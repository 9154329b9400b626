"""What is kept of each realization: the vectors that the accumulators add up."""

from dataclasses import dataclass

import numpy as np
from scipy import fft

from solver.grid import Field, Grid, Real
from solver.kernels import (
    domain_counts,
    intensity_counts,
    local_polarization,
    quadrature_counts,
    spectral_lines,
    sphere_counts,
)
from solver.layout import (
    CONTRAST_BINS,
    DURATION_BINS,
    INTENSITY_BINS,
    LARGEST_INTENSITY,
    LARGEST_QUADRATURE,
    QUADRATURE_BINS,
    SPHERE_BINS,
    Layout,
)


@dataclass(frozen=True)
class Observed:
    """Realizations at both ends of the line and behind the receiver.

    launched, arrived, received: fields at the launch, at the end of the line and at the
    demultiplexer, √W, (realizations, 2, samples), each on any time step of the layout's window;
    detected: intensities after the receiver, W, on the digitizer's time step or a finer one.
    received_w, detected_w: their expected means, W, shape (2,). known_noise_w2: autocovariance
    of the receiver's noise to be taken off, (2, digitizer samples), FFT order. moments:
    (realizations, distances, 5) after the receiver, that noise taken off; walls: number of sign
    changes of the contrast there, (realizations, distances).
    """

    launched: Field
    arrived: Field
    received: Field
    detected: Real
    received_w: Real
    detected_w: Real
    known_noise_w2: Real
    moments: Real
    walls: Real


def moments(intensity: Real) -> Real:
    """Time means of I1, I2, I1², I2², I1·I2; shape (realizations, 5)."""
    first, second = intensity[:, 0], intensity[:, 1]
    products = [first, second, first**2, second**2, first * second]
    return np.stack([product.mean(axis=1) for product in products], axis=1)


def raw_correlations(intensity: Real, layout: Layout) -> Real:
    """Time means ⟨I_j(t) I_k(t+τ)⟩ at the layout's lags.

    intensity: W, shape (realizations, 2, samples) on any time step of the layout's window.
    Shape (realizations, 4·lags + 3): auto 1 and auto 2 at lags ≥ 0, cross at signed lags.
    """
    samples = intensity.shape[2]
    spectrum = fft.rfft(intensity)
    first, second = spectrum[:, 0], spectrum[:, 1]
    positive, signed = _lags(samples, layout)

    def correlate(density: Field | Real, lags: np.ndarray) -> Real:
        return np.asarray(fft.irfft(density, n=samples)[:, lags] / samples)

    return np.concatenate(
        [
            correlate(first.real**2 + first.imag**2, positive),
            correlate(second.real**2 + second.imag**2, positive),
            correlate(first.conj() * second, signed),
        ],
        axis=1,
    )


def _lags(samples: int, layout: Layout) -> tuple[np.ndarray, np.ndarray]:
    """Lags ≥ 0 and signed lags of the layout, in samples of a time step of its window."""
    stride = layout.lag_stride * (samples // layout.detected.samples)
    return np.arange(layout.lags + 1) * stride, np.arange(-layout.lags, layout.lags + 1) * stride


def contrast_correlation(contrast: Real, layout: Layout) -> Real:
    """Time means of C(t) and of C(t) C(t+τ) at the layout's lags ≥ 0; (realizations, 2 + lags)."""
    samples = contrast.shape[1]
    spectrum = fft.rfft(contrast)
    mean = spectrum[:, :1].real / samples
    products = fft.irfft(spectrum.real**2 + spectrum.imag**2, n=samples) / samples
    return np.concatenate([mean, products[:, _lags(samples, layout)[0]]], axis=1)


def domain_features(intensity: Real, grid: Grid, layout: Layout) -> tuple[Real, Real, Real]:
    """Walls with the sum of their widths in ps, and durations; contrast densities; contrast.

    Shapes (realizations, 2 + DURATION_BINS), (realizations, CONTRAST_BINS) and (realizations,
    samples). A wall is a sign change of the contrast of running means over the layout's
    smoothing, its width 2/|dC/dt| there.
    """
    width = max(1, round(layout.wall_smoothing_ps / grid.time_step_ps))
    counts = np.zeros((len(intensity), CONTRAST_BINS))
    walls = np.zeros((len(intensity), 2 + DURATION_BINS))
    contrast = np.empty((len(intensity), grid.samples), dtype=intensity.dtype)
    longest = layout.longest_duration_ps / grid.time_step_ps
    domain_counts(intensity, width, longest, contrast, counts, walls)
    walls[:, 1] *= grid.time_step_ps
    return walls, counts * (CONTRAST_BINS / 2 / grid.samples), contrast


def power_densities(field: Field, layout: Layout) -> tuple[Real, Real]:
    """Spectra of both components on the layout's bins, W/GHz, and sums over their lines.

    field: √W, shape (realizations, 2, samples) on any time step of the layout's window; what
    lies beyond the axis, on a finer one, is left out of the spectra but not of the sums. Shapes
    (realizations, 2·bins) and (realizations, 2·4): Σp, Σfp, Σf²p and Σp_k p_{k+1} in W and GHz.
    The spectra are those that the layout's analyser shows.
    """
    window_ns = layout.grid.window_ps / 1e3
    density = np.zeros((*field.shape[:2], layout.frequency_bins))
    sums = np.empty((*field.shape[:2], 4))
    spectral_lines(fft.fft(field, norm="forward"), layout.grid.samples, density, sums)
    density *= window_ns
    sums[..., 1] /= window_ns
    sums[..., 2] /= window_ns**2
    if layout.analyser_ghz is not None:
        # A Gaussian over frequency is a Gaussian window over the lags of the spectrum.
        spacing_ghz = layout.grid.samples / layout.frequency_bins / window_ns
        padded = 2 * layout.frequency_bins  # so that the ends of the axis do not meet
        lag = np.fft.rfftfreq(padded, spacing_ghz)
        window = np.exp(-((np.pi * layout.analyser_ghz * lag) ** 2) / (4.0 * np.log(2.0)))
        shown = fft.irfft(fft.rfft(density, n=padded) * window, n=padded)
        density = shown[..., : layout.frequency_bins]
    return density.reshape(len(field), -1), sums.reshape(len(field), -1)


def _distributions(seen: Observed) -> tuple[Real, Real]:
    """Densities of intensities over their means, and of field quadratures over their deviation."""
    rows = len(seen.received)
    intensities = np.zeros((rows, 3, INTENSITY_BINS))
    intensity_counts(seen.detected, seen.detected_w, LARGEST_INTENSITY, intensities)
    intensities *= INTENSITY_BINS / LARGEST_INTENSITY / seen.detected.shape[2]
    quadratures = np.zeros((rows, QUADRATURE_BINS))
    deviation = np.sqrt(seen.received_w / 2.0)
    quadrature_counts(seen.received, deviation, LARGEST_QUADRATURE, quadratures)
    lit = 2.0 * max(1, int(np.count_nonzero(deviation))) * seen.received.shape[2]
    quadratures *= QUADRATURE_BINS / (2.0 * LARGEST_QUADRATURE) / lit
    return intensities.reshape(rows, -1), quadratures


def _on_the_sphere(field: Field) -> tuple[Real, Real]:
    """Density over the Poincaré sphere, 1/sr, each moment weighing alike; means of S0 to S3, W."""
    rows, cells = len(field), SPHERE_BINS[0] * SPHERE_BINS[1]
    counts = np.zeros((rows, *SPHERE_BINS))
    real = np.float32 if field.dtype == np.complex64 else np.float64
    means = sphere_counts(real)(field, counts)
    counts *= cells / (4.0 * np.pi) / field.shape[2]
    return counts.reshape(rows, -1), means


def _stokes_means(field: Field) -> Real:
    first, second = field[:, 0], field[:, 1]
    powers = [np.mean(x.real**2 + x.imag**2, axis=1) for x in (first, second)]
    product = 2.0 * np.mean(first.conj() * second, axis=1)
    return np.stack(
        [powers[0] + powers[1], powers[0] - powers[1], product.real, product.imag], axis=1
    )


def features(layout: Layout, seen: Observed) -> tuple[Real, Real]:
    """Feature vectors of realizations for :class:`Blocks` and :class:`Means`, as a layout says."""
    rows, samples = len(seen.arrived), seen.detected.shape[2]
    grid = Grid(samples, layout.grid.window_ps / samples)
    walls, contrast_density, contrast = domain_features(seen.detected, grid, layout)
    correlations = raw_correlations(seen.detected, layout)
    lags = np.arange(layout.lags + 1) * layout.lag_stride
    correlations[:, : 2 * len(lags)] -= seen.known_noise_w2[:, lags].ravel()
    sphere, received_stokes = _on_the_sphere(seen.received)
    launched_stokes = _stokes_means(seen.launched)
    step_ps = layout.grid.window_ps / seen.received.shape[2]
    width = max(1, round(layout.wall_smoothing_ps / step_ps))
    spectra, lines = zip(
        *(power_densities(field, layout) for field in (seen.launched, seen.arrived)), strict=True
    )
    blocks = np.concatenate(
        [
            seen.moments.reshape(rows, -1),
            correlations,
            walls,
            seen.walls,
            contrast_correlation(contrast, layout),
            launched_stokes,
            received_stokes,
            local_polarization(seen.received, width)[:, None],
            *lines,
        ],
        axis=1,
    )
    powers = [sums.reshape(rows, 2, 4)[..., 0] for sums in lines]
    linear = np.concatenate(
        [*powers, contrast_density, *spectra, sphere, *_distributions(seen)], axis=1
    )
    return blocks, linear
__________
• _What you will do_
Which lines in the listing above include the string "concatenate"? Copy each of them.

• _Response_
    return np.concatenate(
    return np.concatenate([mean, products[:, _lags(samples, layout)[0]]], axis=1)
    blocks = np.concatenate(
    linear = np.concatenate(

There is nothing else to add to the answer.